O indíce do Município está em 59,56%; a Lei de Responsabilidade Fiscal fixa o limite máximo em 54%

Créditos: Google Nova sede da prefeitura de São Raimundo Nonato Nova sede da prefeitura de São Raimundo Nonato

A atual gestão de São Raimundo parece andar na contramão das demais. Enquanto a maioria dos gestores do Piauí e do Brasil estão cortando gastos com pessoal, diminuindo salários, demitindo ocupantes de cargos comisssionados, e, até mesmo, diminuindo o própro salário, a admistração local continua a aumentar a despesa com o setor. No mês de outubro, foram publicadas diversar portarias com nomeações para cargos e/ou funções comissionadas.

A Lei de Responsabilidade Fiscal exige que os gestores gastem no máximo 54% da sua receita corrente líquida com despesas de pessoal. Em São Raimundo, segundo o Relatório de Gestão Fiscal publicado pela prefeitura, o indíce chega a 59,56% da RCL.

Em caso de não cumprimento das normas, a LRF estabelece, até mesmo, sanções pessoais para os responsáveis, de qualquer cargo ou esfera governamental, como perda do cargo, inabilitação para emprego público, multa e prisão.

É o Poder Legislativo, diretamente ou por meio dos tribunais de contas, o responsável por fiscalizar o cumprimento da LRF.

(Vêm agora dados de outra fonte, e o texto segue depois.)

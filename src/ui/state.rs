//! The one signal that changes, what follows from it, and the commands which change it.
//!
//! Here: [`Page`], handed to every component. Not here: markup, and where the sheet is kept ([`super::keep`]).

use super::bar::Message;
use super::conditions::Group;
use super::grid::{Cell, Editing};
use super::keep::Keeping;
use super::names;
use super::notes::Notes;
use super::shared::Shared;
use super::spot::Spot;
use crate::browser::page as window;
use crate::entry;
use crate::sheet::{Answers, Choice, Document, Edit, History, Sheet, UnitSystem};
use crate::words::{self, page};
use crate::work::{self, Worked};
use crate::working::{Field, HolderId, Place};
use leptos::prelude::*;
use std::collections::BTreeMap;

/// Everything a component may need. `history` is the only state of the sheet; the rest follows from it, or is a matter
/// of looking: what is open, what is read, what is said.
#[derive(Clone, Copy)]
pub(super) struct Page {
    /// The document with its past.
    pub(super) history: RwSignal<History>,
    /// The sheet, worked.
    pub(super) worked: Memo<Shared<Worked>>,
    /// All margin notes, gravest first, those of refused texts among them.
    pub(super) notes: Memo<Shared<Notes>>,
    /// What the feeders and sources are called.
    pub(super) names: Memo<BTreeMap<HolderId, String>>,
    /// What was answered.
    pub(super) answers: Memo<Answers>,
    /// What is under the cursor.
    pub(super) spot: RwSignal<Option<Spot>>,
    /// What is pinned in the working strip.
    pub(super) pinned: RwSignal<Option<Spot>>,
    /// Whether the working strip shows the whole chain.
    pub(super) is_chain_open: RwSignal<bool>,
    /// The cell on which the mouse went down while it had the focus.
    pub(super) pressed: StoredValue<Option<Cell>>,
    /// The feeder whose form is open.
    pub(super) form: RwSignal<Option<HolderId>>,
    /// The group of sentences which is open as a list.
    pub(super) group: RwSignal<Option<Group>>,
    /// The cell of the feeder list which Tab reaches.
    pub(super) cursor: RwSignal<Option<Cell>>,
    /// The cell of the feeder list which is being edited.
    pub(super) editing: RwSignal<Option<Editing>>,
    /// The message under the bar.
    pub(super) message: RwSignal<Option<Message>>,
    /// The margin note gone to last, by its id.
    pub(super) note: RwSignal<Option<String>>,
    /// Whether the margin is open on a narrow screen.
    pub(super) is_margin_open: RwSignal<bool>,
    /// What the live region says.
    pub(super) aloud: RwSignal<String>,
    /// Where the sheet is kept.
    pub(super) keeping: Keeping,
}

/// What became of a typed text.
#[derive(Debug, Clone, PartialEq, Eq)]
pub(super) enum Taken {
    /// It stands in its field now, or emptied it.
    Taken,
    /// It is kept beside its field; this says why it was refused.
    Refused(String),
}

impl Page {
    /// A page which starts at what the browser kept.
    pub(super) fn start() -> Self {
        let (keeping, document) = Keeping::start();
        let history = RwSignal::new(History::starting_at(document));
        let worked = Memo::new(move |before: Option<&Shared<Worked>>| {
            history.with(|history| work_through(&history.now().sheet, before))
        });
        let notes = Memo::new(move |_| {
            let mut notes = history.with(|history| history.now().draft_notes());
            notes.extend(worked.with(|worked| worked.notes.clone()));
            Shared::new(Notes::new(notes))
        });
        Self {
            history,
            worked,
            notes,
            names: Memo::new(move |_| history.with(|history| names::all(history.now()))),
            answers: Memo::new(move |_| history.with(|history| history.now().answers.clone())),
            spot: RwSignal::new(None),
            pinned: RwSignal::new(None),
            is_chain_open: RwSignal::new(false),
            pressed: StoredValue::new(None),
            form: RwSignal::new(None),
            group: RwSignal::new(None),
            cursor: RwSignal::new(None),
            editing: RwSignal::new(None),
            message: RwSignal::new(None),
            note: RwSignal::new(None),
            is_margin_open: RwSignal::new(false),
            aloud: RwSignal::new(String::new()),
            keeping,
        }
    }

    /// Reads the document, and follows its changes.
    pub(super) fn with<T>(self, read: impl FnOnce(&Document) -> T) -> T {
        self.history.with(|history| read(history.now()))
    }

    /// The units in which the sheet is read.
    pub(super) fn system(self) -> UnitSystem {
        self.with(|document| units(&document.sheet))
    }

    /// Reads the document as it is now.
    pub(super) fn peek<T>(self, read: impl FnOnce(&Document) -> T) -> T {
        self.history.with_untracked(|history| read(history.now()))
    }

    /// Does an edit; gives whether anything changed.
    pub(super) fn edit(self, edit: Edit) -> bool {
        self.change(|history| history.edit(edit))
    }

    /// Takes the last edit back.
    pub(super) fn undo(self) {
        let edit = self
            .history
            .with_untracked(|history| history.undoable().cloned());
        if matches!(edit, Some(Edit::Replace(_))) {
            self.keeping.is_back();
        }
        // Named by the document it leads to: there a deleted feeder has its tag again.
        self.change_and_say(History::undo, edit, page::undone, page::nothing_to_undo());
    }

    /// Does again what was taken back last.
    pub(super) fn redo(self) {
        let edit = self
            .history
            .with_untracked(|history| history.redoable().cloned());
        if matches!(edit, Some(Edit::Replace(_))) {
            self.peek(|document| self.keeping.is_replaced(document));
        }
        self.change_and_say(History::redo, edit, page::redone, page::nothing_to_redo());
    }

    /// Puts a whole other document in place of this one; undo brings this one back.
    pub(super) fn replace(self, document: Document) {
        self.form.set(None);
        self.group.set(None);
        self.pinned.set(None);
        self.spot.set(None);
        self.editing.set(None);
        self.cursor.set(None);
        self.peek(|document| self.keeping.is_replaced(document));
        self.edit(Edit::Replace(Box::new(document)));
    }

    /// Takes a typed text for a place, or keeps it beside the place and says why it was refused.
    pub(super) fn enter(self, place: Place, text: &str) -> Taken {
        let system = untrack(|| self.system());
        self.keeping.forget_typing();
        match entry::read(place.field, system, text) {
            Ok(Some(entry)) => {
                self.edit(Edit::Set(place, entry));
                Taken::Taken
            }
            Ok(None) => {
                self.edit(Edit::Clear(place));
                Taken::Taken
            }
            Err(refusal) => {
                self.edit(Edit::Refuse(place, text.to_owned()));
                let why = words::entry_refusal(&refusal);
                self.say(page::refused(words::label(place.field), &why));
                Taken::Refused(why)
            }
        }
    }

    /// Says something in the live region.
    pub(super) fn say(self, text: String) {
        self.aloud.set(text);
    }

    fn change_and_say(
        self,
        change: impl FnOnce(&mut History) -> bool,
        edit: Option<Edit>,
        said: fn(&str) -> String,
        nothing: &'static str,
    ) {
        // Said last, since what was done matters more than what came of it.
        match edit {
            Some(edit) if self.change(change) => {
                self.say(said(&self.peek(|document| names::edit(&edit, document))));
            }
            _ => self.say(nothing.to_owned()),
        }
    }

    fn change(self, change: impl FnOnce(&mut History) -> bool) -> bool {
        let before = self.notes.with_untracked(|notes| notes.counts());
        let has_changed = self
            .history
            .try_maybe_update(|history| {
                let has_changed = change(history);
                (has_changed, has_changed)
            })
            .unwrap_or(false);
        if has_changed {
            self.peek(|document| {
                self.keeping.keep(document);
                window::set_title(&names::title(document));
            });
            let after = self.notes.with_untracked(|notes| notes.counts());
            if after != before {
                self.say(page::announced(&after));
            }
        }
        has_changed
    }
}

fn work_through(sheet: &Sheet, before: Option<&Shared<Worked>>) -> Shared<Worked> {
    Shared::new(match before {
        Some(before) => work::work_again(sheet, before),
        None => work::work_out(sheet),
    })
}

fn units(sheet: &Sheet) -> UnitSystem {
    match sheet.record.choice(Field::Units) {
        Some(Choice::Si) => UnitSystem::Si,
        _ => UnitSystem::Us,
    }
}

"Assim, quando atingido o percentual de 95% do limite de gastos com pessoal, estará vedado ao Poder ou órgão que houver incorrido no excesso: I – conceder vantagem, aumento, reajuste ou adequação de remuneração a qualquer título, salvo os derivados de sentença judicial ou de determinação legal ou contratual, ressalvada a revisão geral anual da remuneração dos servidores públicos prevista no inciso X do art. 37 da Constituição; II – criar cargo, emprego ou função; III – alterar estrutura de carreira que implique aumento de despesa; IV – prover cargo público, admitir ou contratar pessoal a qualquer título, ressalvada a reposição decorrente de aposentadoria ou falecimento de servidores das áreas de educação, saúde e segurança; V – contratar hora extra, salvo no caso de convocação extraordinária do Congresso Nacional em caso de urgência ou interesse público relevante(inciso II do § 6º do art. 57 da Constituição) e as situações previstas na Lei e Diretrizes Orçamentárias."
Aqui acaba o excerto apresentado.